Miriam Pillar Grossi –
Lembremos que o trabalho de Susana Funck, que admiro muito, é sobre as utopias literárias em torno da maternidade e da paternidade. Ela não está falando de casos concretos, mas sim de personagens da literatura de língua inglesa. O que tenho observado nas pesquisas que fazemos sobre famílias no Brasil é que as crianças têm, atualmente, vários pais e mães. Se conversarmos com filhos de pais separados, por exemplo, eles vêem as mudanças familiares com bastante naturalidade. As crianças são capazes de incluir, na sua rede de parentesco, vários indivíduos adultos que cumpriram, ao longo da vida delas, essas funções paternas e maternas, seja porque são os pais e as mães biológicos, seja porque são os pais e as mães sociais. Então, na prática, ter dois pais e duas mães é uma coisa bastante comum. Claro que não dessa forma como muitos romances utópicos colocam, ou seja, todos na mesma casa, vivendo relações triangulares e criando crianças a partir destas relações.
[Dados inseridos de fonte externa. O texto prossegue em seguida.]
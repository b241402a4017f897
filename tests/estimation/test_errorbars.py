"""Error bars: entries no setting measured, the jackknife of nonlinear estimators, calibration noise."""

import warnings

import numpy as np
import pytest

from manybody.estimation.driver import estimate
from manybody.measure.ensembles import LocalEnsemble, ShallowEnsemble
from manybody.measure.paulis import BASIS_PAULI
from manybody.measure.propagation import snapshot_values
from manybody.references import exact
from tests.helpers import chain, make_shadow, tfim_model


def _tfim_state(n):
    model = tfim_model(n)
    return model, exact.ground_state(model.hamiltonian)[1]


def test_unmeasured_correlations_are_nan_with_warning():
    # 50 local settings of 8 qubits: a given axis pair on a given qubit pair is missed with
    # probability (8/9)^50 = 0.3% per entry, so among 8 x 7 x 9 ordered entries a few are missed.
    # The missing set is counted here directly from the settings' bases (a fact of the trade:
    # the local estimator of sigma^x_a sigma^y_b is nonzero only when both bases match).
    n = 8
    model, psi = _tfim_state(n)
    off = ~np.eye(n, dtype=bool)
    for seed in range(100):  # the first seed whose 50 settings miss an entry
        shadow = make_shadow(psi, LocalEnsemble(n), 50, shots=20, seed=seed)
        measured = np.zeros((3, 3, n, n), dtype=bool)
        for row in shadow.settings.basis:
            measured[row[:, None], row[None, :], np.arange(n)[:, None], np.arange(n)[None, :]] = True
        missing = ~measured & off
        if missing.any():
            break
    assert missing.any()
    with pytest.warns(RuntimeWarning, match="measured by no setting"):
        result = estimate(shadow, model, quantities=("correlations",), mutual_information=False)
    corr, err = result.correlation.values, result.correlation_err.values
    assert np.array_equal(np.isnan(corr) & off, missing)
    assert np.array_equal(np.isnan(err) & off, missing)
    assert np.all(np.isnan(result.connected_correlation.values[missing]))
    assert result.correlation.attrs["unmeasured_entries"] == int(missing.sum())
    # every measured entry keeps a finite estimate and error
    assert np.all(np.isfinite(corr[measured & off])) and np.all(np.isfinite(err[measured & off]))


def test_fully_measured_correlations_carry_no_warning():
    n = 4
    model, psi = _tfim_state(n)
    shadow = make_shadow(psi, LocalEnsemble(n), 2000, seed=1)
    with warnings.catch_warnings():
        warnings.simplefilter("error", RuntimeWarning)
        result = estimate(shadow, model, quantities=("correlations",), mutual_information=False)
    assert result.correlation.attrs["unmeasured_entries"] == 0
    assert np.isfinite(result.magnetization.values).all()


def test_unmeasured_entries_of_a_shallow_shadow_follow_the_snapshot_values():
    # Circuit ensembles: an entry is measured when some snapshot's value is nonzero; counted here
    # by propagating every two-site Pauli through every setting (manybody.measure.propagation).
    n = 5
    model, psi = _tfim_state(n)
    ens = ShallowEnsemble(n, 1, chain(n))
    shadow = make_shadow(psi, ens, 12, seed=5)
    positions, bits = shadow.snapshots()
    missing = np.zeros((3, 3, n, n), dtype=bool)
    for a in range(n):
        for b in range(n):
            if a == b:
                continue
            for x in range(3):
                for y in range(3):
                    c = np.zeros(n, np.uint8)
                    c[a], c[b] = BASIS_PAULI[x], BASIS_PAULI[y]
                    missing[x, y, a, b] = not np.any(snapshot_values(c, ens, shadow.settings, positions, bits))
    assert missing.any()
    with warnings.catch_warnings():
        warnings.simplefilter("ignore", RuntimeWarning)
        result = estimate(shadow, model, quantities=("correlations",), mutual_information=False)
    off = ~np.eye(n, dtype=bool)
    assert np.array_equal(np.isnan(result.correlation.values) & off, missing)


def test_mutual_information_is_the_renyi2_combination_of_the_purities():
    # I2(a:b) = S2(a) + S2(b) - S2(ab) with S2 = -ln tr rho^2 (definition; Elben et al., PRL 120,
    # 050406 (2018) use the same Renyi-2 entropies), from the same snapshots as the purity map. The
    # jackknife bias correction is linear in the replicates, so it commutes with this sum.
    n = 4
    model, psi = _tfim_state(n)
    shadow = make_shadow(psi, LocalEnsemble(n), 3000, seed=2)
    from manybody.estimation.driver import parse_subsystems

    result = estimate(shadow, model, parse_subsystems("1;2;1,2", n), quantities=("purity", "mutual_information"))
    s2 = result.renyi2.values
    assert np.isclose(result.mutual_information.values[1, 2], s2[0] + s2[1] - s2[2], rtol=1e-9)


def test_mutual_information_error_matches_the_spread_of_repetitions():
    # The jackknife of I2 itself includes the covariances of the three purities. Over R = 30
    # independent repetitions the sample standard deviation has relative precision
    # 1/sqrt(2 (R - 1)) = 0.13, so the mean reported error must match it within 3 of that (0.6-1.4).
    n = 4
    model, psi = _tfim_state(n)
    est, err = [], []
    for r in range(30):
        result = estimate(make_shadow(psi, LocalEnsemble(n), 600, seed=500 + r), model,
                          quantities=("mutual_information",))
        est.append(result.mutual_information.values[0, 1])
        err.append(result.mutual_information_err.values[0, 1])
    ratio = np.mean(err) / np.std(est, ddof=1)
    assert 0.6 < ratio < 1.4, ratio


def _calibrated_coverage(repetitions, seed0, n_snap=2000):
    """Fraction of robust estimates within two error bars, calibration as large as the experiment."""
    from manybody.estimation.calibration import Calibration
    from manybody.estimation.driver import parse_subsystems
    from manybody.references.dataset import reference_dataset
    from manybody.simulation.noise import Noise

    n = 4
    model, psi = _tfim_state(n)
    sub = parse_subsystems("0-1;1-3", n)
    ref = reference_dataset(model, psi, sub)
    noise = Noise(p01=0.08, p10=0.08)
    ens = LocalEnsemble(n)
    zero = exact.product_state("0" * n)
    hits = {"purity2": [], "purity3": [], "renyi2": [], "energy": [], "zz": []}
    for r in range(repetitions):
        cal = Calibration(make_shadow(zero, ens, n_snap, seed=seed0 + 2 * r + 1, noise=noise))
        res = estimate(make_shadow(psi, ens, n_snap, seed=seed0 + 2 * r, noise=noise), model, sub, calibration=cal,
                       mutual_information=False)
        for key, var, idx in (("purity2", "purity", (0,)), ("purity3", "purity", (1,)), ("renyi2", "renyi2", (1,)),
                              ("energy", "energy", ()), ("zz", "correlation", (2, 2, 1, 2))):
            hits[key].append(abs(res[var].values[idx] - ref[var].values[idx]) < 2 * res[var + "_err"].values[idx])
    return {k: float(np.mean(v)) for k, v in hits.items()}


def test_calibration_noise_in_error_bars():
    # Robust shadows (Chen, Yu, Zeng, Flammia, PRX Quantum 2, 030348 (2021)) with a calibration as
    # large as the experiment: the calibration's own scatter is in the error bars, so about 95% of
    # the estimates lie within two of them. 40 repetitions: binomial sigma sqrt(0.95 * 0.05 / 40) =
    # 0.034, so a 4-sigma lower bound of 0.81 (without the calibration's noise, purities reach ~0.72).
    for name, fraction in _calibrated_coverage(40, 300).items():
        assert fraction >= 0.81, (name, fraction)


def _local_purity(shadow, text):
    """The purity accumulator fed by hand: its within-setting and cross-setting estimates on the totals."""
    from manybody.estimation.accumulators.purity import LocalPurity
    from manybody.estimation.driver import _setup, parse_subsystems
    from manybody.estimation.setup import Chunk

    setup, counts = _setup(shadow, None, parse_subsystems(text, shadow.ensemble.n_qubits), None, 20, 1 << 14)
    acc = LocalPurity(setup)
    for pos, bits, _ in shadow.chunks(1 << 14):
        acc.add(Chunk(setup, pos, bits))
    acc.finish()
    totals = {k: v.sum(axis=0) for k, v in {**counts, **acc.sums.data}.items()}
    return acc, acc.estimates(totals), counts


def test_within_setting_purity_is_the_brydges_estimator():
    # Brydges et al., Science 364, 260 (2019): per setting 2^|A| sum_{s != s'} (-2)^(-D) / (M (M - 1)),
    # averaged over settings; kernels.setting_purity_estimate is a direct transcription of that formula.
    from manybody.estimation.kernels import setting_purity_estimate

    n = 5
    _, psi = _tfim_state(n)
    shadow = make_shadow(psi, LocalEnsemble(n), 40, shots=30, seed=9)
    _, est, _ = _local_purity(shadow, "1-3")
    positions, bits = shadow.snapshots()
    per_setting = [bits[positions == k] for k in range(len(shadow.settings))]
    assert est["purity_within"][0] == pytest.approx(setting_purity_estimate(per_setting, [1, 2, 3]), rel=1e-10)


def test_many_shots_favour_the_within_setting_purity():
    # 50 settings x 200 shots of a 6-site TFIM ground state: the within-setting estimator scatters
    # less (Brydges et al. 2019), so it takes most of the weight and the combined error is below the
    # cross-setting one; both estimators agree with the exact purity (scipy ED) within 4 sigma.
    from manybody.estimation.driver import parse_subsystems
    from manybody.estimation.errorbars import jackknife
    from manybody.references.dataset import reference_dataset

    n = 6
    model, psi = _tfim_state(n)
    shadow = make_shadow(psi, LocalEnsemble(n), 50, shots=200, seed=4)
    acc, _, counts = _local_purity(shadow, "2-3")
    full, err = jackknife(acc.estimates, {**counts, **acc.sums.data})
    combined, combined_err = acc.errors(counts, "jackknife")
    exact_p = float(reference_dataset(model, psi, parse_subsystems("2-3", n)).purity[0])
    assert acc.within_weight[0] > 0.5
    assert combined_err["purity"][0] < err["purity"][0]
    for value, sigma in ((full["purity"][0], err["purity"][0]), (full["purity_within"][0], err["purity_within"][0]),
                         (combined["purity"][0], combined_err["purity"][0])):
        assert abs(value - exact_p) < 4 * sigma


def _shallow_noisy(n_snap, seed):
    from manybody.measure.prepare import coupling_of
    from manybody.simulation.noise import Noise

    model, psi = _tfim_state(4)
    ens = ShallowEnsemble(4, 1, coupling_of(model))
    noise = Noise(p01=0.08, p10=0.08)
    return model, psi, ens, make_shadow(psi, ens, n_snap, seed=seed, noise=noise), noise


def test_circuit_calibration_noise_is_the_jackknife_over_calibration_blocks():
    # Delta method (docs/design.md section 5) against its definition: a large experiment (its own
    # scatter negligible) with a small calibration, so that the error bar is the calibration's.
    # The brute force rebuilds the calibration without each of its 20 blocks of settings and
    # re-estimates; the delete-one-block jackknife variance of those estimates (Efron & Tibshirani,
    # An Introduction to the Bootstrap (1993), ch. 11) must match the reported error within 10%
    # (the delta method is first order in the calibration's scatter; 400 snapshots keep it small).
    from manybody.estimation.calibration import Calibration

    model, _, ens, data, noise = _shallow_noisy(40000, seed=1)
    cal_shadow = make_shadow(exact.product_state("0000"), ens, 400, seed=2, noise=noise)
    quantities = ("energy", "correlations")
    robust = estimate(data, model, [], calibration=Calibration(cal_shadow), quantities=quantities,
                      mutual_information=False)
    blocks = np.arange(400) * 20 // 400
    loo = []
    for b in range(20):
        keep = blocks != b
        part = cal_shadow.with_records(cal_shadow.record_setting[keep], cal_shadow.outcomes[keep],
                                       cal_shadow.counts[keep])
        loo.append(estimate(data, model, [], calibration=Calibration(part), quantities=quantities,
                            mutual_information=False))
    for var, idx in (("energy", ()), ("correlation", (2, 2, 1, 2)), ("correlation", (0, 0, 0, 3)),
                     ("magnetization", (0, 1))):
        values = np.array([r[var].values[idx] for r in loo])
        brute = np.sqrt(19 / 20 * np.sum((values - values.mean()) ** 2))
        assert float(robust[var + "_err"].values[idx]) == pytest.approx(brute, rel=0.10), var


@pytest.mark.slow
def test_circuit_calibration_coverage():
    # Robust shallow shadows (Chen, Yu, Zeng, Flammia, PRX Quantum 2, 030348 (2021)), calibration as
    # large as the experiment: 200 repetitions, each estimate within two error bars 90-98.5% of the
    # time (the acceptance window of this project, no external source), widened by 2.5 binomial
    # sigmas (common practice, no source). Without the calibration's noise the energy reached 0.855.
    from manybody.estimation.calibration import Calibration
    from manybody.references.dataset import reference_dataset

    model, psi, ens, _, noise = _shallow_noisy(10, seed=0)
    ref = reference_dataset(model, psi, [])
    picks = (("energy", ()), ("correlation", (2, 2, 1, 2)), ("correlation", (0, 0, 0, 1)),
             ("correlation", (2, 2, 0, 3)), ("magnetization", (0, 1)))
    hits = np.zeros((200, len(picks)), dtype=bool)
    with warnings.catch_warnings():
        warnings.simplefilter("ignore", RuntimeWarning)
        for r in range(200):
            cal = Calibration(make_shadow(exact.product_state("0000"), ens, 2000, seed=10001 + 2 * r, noise=noise))
            res = estimate(_shallow_noisy(2000, seed=10000 + 2 * r)[3], model, [], calibration=cal,
                           mutual_information=False)
            hits[r] = [abs(res[v].values[i] - ref[v].values[i]) < 2 * res[v + "_err"].values[i] for v, i in picks]
    slack = 2.5 * np.sqrt(0.9 * 0.1 / 200)
    for (var, idx), rate in zip(picks, hits.mean(axis=0)):
        assert 0.90 - slack <= rate <= 0.985 + slack, (var, idx, rate)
Na maior parte dos casos, estas crianças têm vários pais e mães que se sucedem em sua vida, mas elas vão considerando-os todos como parte de sua rede familiar e os denominam como pais ou mães (incluindo nesta nominação padrastos e madrastas, termos aliás já bem em desuso nas famílias recompostas brasileiras contemporâneas).  De toda forma, o modelo de família que prevalece é o do casal binário.